Seriously he's the best, I thought the same thing when I found his videos and I binge watched them too. I love when you can see that his chef clothes are tight too!!! I don't think he's married, there's an earlier video where I think they said his girlfriend had broken up with him.


----------



## sarebear9

Whoops, didn't mean to post twice, check out this video it has some pretty good scenes with him in it. It's awesome they make videos every week!https://youtu.be/ATAzFdWo-oA


----------



## squeezablysoft

Uh oh, looks like we're all gonna be fighting over this guy, lol.


----------



## Jeannie

squeezablysoft said:


> Uh oh, looks like we're all gonna be fighting over this guy, lol.

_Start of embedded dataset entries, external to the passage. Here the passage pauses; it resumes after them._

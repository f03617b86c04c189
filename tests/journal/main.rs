//! The journal on a flash that loses power anywhere, holds anything, and wears out.
#![allow(missing_docs, reason = "a test binary has no public interface")]

mod bench;
mod controls;
mod cuts;
mod random;
mod restart;
mod ring;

There's enough of him to share. :happy:

I haven't read any of the comments on the shows. Have any of you? I wonder if we are the only females lusting for him. Someone should tell him just how fine he is! 

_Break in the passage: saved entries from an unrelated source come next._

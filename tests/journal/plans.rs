//! The plan slots: four plans stay, and a cut anywhere leaves a whole plan in force.

use strake::sim::nor::{Cut, Nor, NorError, Tear};
use strake_core::plan_slot::{SlotHeader, fingerprint};
use strake_firmware::plan_store::{PlanStore, StoreError};

fn plan(number: u8, len: usize) -> Vec<u8> {
    (0..=u8::MAX).cycle().map(|at| at.wrapping_mul(31).wrapping_add(number)).take(len).collect()
}

fn store<const WORD: usize>(
    flash: &mut Nor<WORD>,
    bytes: &[u8],
    serial: u64,
) -> Result<SlotHeader, StoreError<NorError>> {
    let mut plans = PlanStore::open(flash);
    plans.newest();
    plans.begin(u32::try_from(bytes.len()).unwrap(), serial, fingerprint(bytes))?;
    let mut offset = 0;
    for chunk in bytes.chunks(193) {
        plans.write_chunk(offset, chunk)?;
        offset += u32::try_from(chunk.len()).unwrap();
    }
    plans.commit()
}

/// The plan in force and its bytes.
fn in_force<const WORD: usize>(flash: &mut Nor<WORD>) -> Option<(SlotHeader, Vec<u8>)> {
    let mut plans = PlanStore::open(flash);
    let header = plans.newest()?;
    let mut bytes = vec![0; header.length.into()];
    plans.read(header.fingerprint, 0, &mut bytes).unwrap();
    Some((header, bytes))
}

fn serials<const WORD: usize>(flash: &mut Nor<WORD>) -> Vec<u64> {
    let mut serials: Vec<_> =
        PlanStore::open(flash).list().iter().map(|header| header.serial).collect();
    serials.sort_unstable();
    serials
}

#[test]
fn the_last_plans_stay() {
    let mut flash = Nor::<4>::new(5);
    assert_eq!(in_force(&mut flash), None);
    for number in 1..=12_u8 {
        let len = [1, 3, 4, 191, 192, 193, 1000, 3840][usize::from(number % 8)];
        let bytes = plan(number, len);
        let stored = store(&mut flash, &bytes, number.into()).unwrap();
        assert_eq!(in_force(&mut flash), Some((stored, bytes)));
    }
    assert_eq!(serials(&mut flash), [8, 9, 10, 11, 12]);
    // While another one comes in, the last four stay.
    PlanStore::open(&mut flash).begin(100, 13, 0).unwrap();
    assert_eq!(serials(&mut flash), [9, 10, 11, 12]);
}

#[test]
fn a_wrong_fingerprint_is_refused() {
    let mut flash = Nor::<1>::new(5);
    let bytes = plan(1, 500);
    let first = store(&mut flash, &bytes, 1).unwrap();
    let mut plans = PlanStore::open(&mut flash);
    plans.begin(500, 2, fingerprint(&bytes) ^ 1).unwrap();
    plans.write_chunk(0, &bytes).unwrap();
    assert_eq!(plans.commit(), Err(StoreError::Damaged));
    assert_eq!(in_force(&mut flash), Some((first, bytes)));
}

#[test]
fn pieces_come_in_order() {
    let mut flash = Nor::<4>::new(5);
    let mut plans = PlanStore::open(&mut flash);
    assert_eq!(plans.begin(3841, 1, 1), Err(StoreError::TooLong { most: 3840 }));
    assert_eq!(plans.write_chunk(0, &[0; 4]), Err(StoreError::OutOfOrder));
    assert_eq!(plans.commit(), Err(StoreError::OutOfOrder));
    plans.begin(10, 1, 1).unwrap();
    assert_eq!(plans.write_chunk(4, &[0; 4]), Err(StoreError::OutOfOrder));
    plans.write_chunk(0, &[0; 4]).unwrap();
    assert_eq!(plans.write_chunk(4, &[0; 7]), Err(StoreError::OutOfOrder));
    assert_eq!(plans.commit(), Err(StoreError::OutOfOrder));
}

/// Plans that rot after they were committed: the one before wins, and keeps its slot.
#[test]
fn rotten_plans_give_way() {
    let mut flash = Nor::<4>::new(5);
    let old = plan(1, 700);
    store(&mut flash, &old, 1).unwrap();
    for number in 2..=5 {
        // The last one is the old plan once more: its sound copy must be the one that is read.
        let bytes = if number == 5 { old.clone() } else { plan(number, 700) };
        store(&mut flash, &bytes, number.into()).unwrap();
    }
    for slot in 1..5 {
        flash.corrupt(slot * 4096 + 300, 1, |byte| byte ^ 0x10);
    }
    let (header, bytes) = in_force(&mut flash).unwrap();
    assert_eq!((header.serial, bytes), (1, old.clone()));
    let newest = store(&mut flash, &plan(6, 700), 6).unwrap();
    assert_eq!(in_force(&mut flash), Some((newest, plan(6, 700))));
    assert_eq!(
        PlanStore::open(&mut flash).find(fingerprint(&old)).map(|old| old.length),
        Some(700)
    );
    assert!(serials(&mut flash).contains(&1));
}

fn every_cut<const WORD: usize>() -> u64 {
    let mut before = Nor::<WORD>::new(5);
    for number in 1..=7 {
        store(&mut before, &plan(number, 400), number.into()).unwrap();
    }
    let (old, new) = (plan(7, 400), plan(8, 402));
    let (mut cuts, mut completed) = (0, 0);
    for tear in [Tear::Before, Tear::During] {
        for steps in 0.. {
            let mut flash = before.clone();
            flash.seed(steps);
            flash.cut_after(Some(Cut { steps, tear, scattered: steps % 2 == 0 }));
            if store(&mut flash, &new, 8).is_ok() {
                break;
            }
            cuts += 1;
            flash.power_on();
            let (header, bytes) = in_force(&mut flash).unwrap();
            // A cut before a byte of 0xFF at the very end leaves nothing undone.
            let taken = header.serial == 8;
            assert!(bytes == if taken { &new[..] } else { &old[..] }, "{steps} {tear:?}");
            assert!(taken || header.serial == 7, "{steps} {tear:?}: {header:?}");
            assert!(serials(&mut flash).windows(4).any(|kept| kept == [4, 5, 6, 7]));
            completed += u64::from(taken);
            store(&mut flash, &new, 8).unwrap();
            assert_eq!(in_force(&mut flash).unwrap().0.serial, 8);
        }
    }
    assert!(completed < 100, "{completed} of {cuts} cuts came too late");
    cuts
}

#[test]
fn a_cut_anywhere_leaves_a_whole_plan() {
    let cuts = (every_cut::<4>(), every_cut::<1>());
    println!("plan slots: {} cuts with words of four, {} with words of one", cuts.0, cuts.1);
    assert!(cuts.0 > 200 && cuts.1 > 800, "{cuts:?}");
}

#[test]
fn any_content_opens() {
    for seed in 0..50_u32 {
        let mut flash = Nor::<4>::new(5);
        let mut value = seed;
        flash.corrupt(0, 5 * 4096, |_| {
            value = value.wrapping_mul(1_664_525).wrapping_add(1_013_904_223);
            value.to_le_bytes()[3]
        });
        assert_eq!(in_force(&mut flash), None);
        store(&mut flash, &plan(1, 50), 1).unwrap();
        assert!(in_force(&mut flash).is_some());
    }
}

Thanks for the Sears video *Sarebear9*! I love watching him just walking around taking about things. :wubu: Please post any others you think we should see.


----------



## Jeannie

Oh *Sarebear9*, I see you sent him messages. Did you tell him how sexy he is?


----------



## Jeannie

My John Hunt offering...

[ame="https://www.youtube.com/watch?v=c3ZVTuqAcW0"]https://www.youtube.com/watch?v=c3ZVTuqAcW0[/ame]

:batting:


----------



## sarebear9

Jeannie said:


> Oh *Sarebear9*, I see you sent him messages. Did you tell him how sexy he is?



Hahah I'm glad I could share, I know others like me would appreciate it. I haven't seen any comments about him being sexy really in the videos. I did message him saying he was cute and stuff but he never responded  The unboxing ones are great cause he'll wear tight shirts, and all the junts carts one are funny as well as sexy.


----------



## Jeannie

sarebear9 said:


> Hahah I'm glad I could share, I know others like me would appreciate it. I haven't seen any comments about him being sexy really in the videos. I did message him saying he was cute and stuff but he never responded  The unboxing ones are great cause he'll wear tight shirts, and all the junts carts one are funny as well as sexy.



I watched one of the unboxing ones last night. Wow, that shirt was so tight it was half unbuttoned. Haven't watch him yet today. Need to get my fix. I think a junts cart will do the trick. Thanks again my fellow ffa. It's great knowing you get it!


----------



## rabbitislove

Thanks for the share ladies and for giving me my SSBHM fix.


----------



## Jeannie

*Jon Hunt* fans - Did you know he plays the piano? Here he is being interviewed by Frankie (I think) at age 21. He plays a song towards the middle of the clip. He is so freaking cute. :wubu::wubu::wubu: 

I think he is 37 now. Even more adorable.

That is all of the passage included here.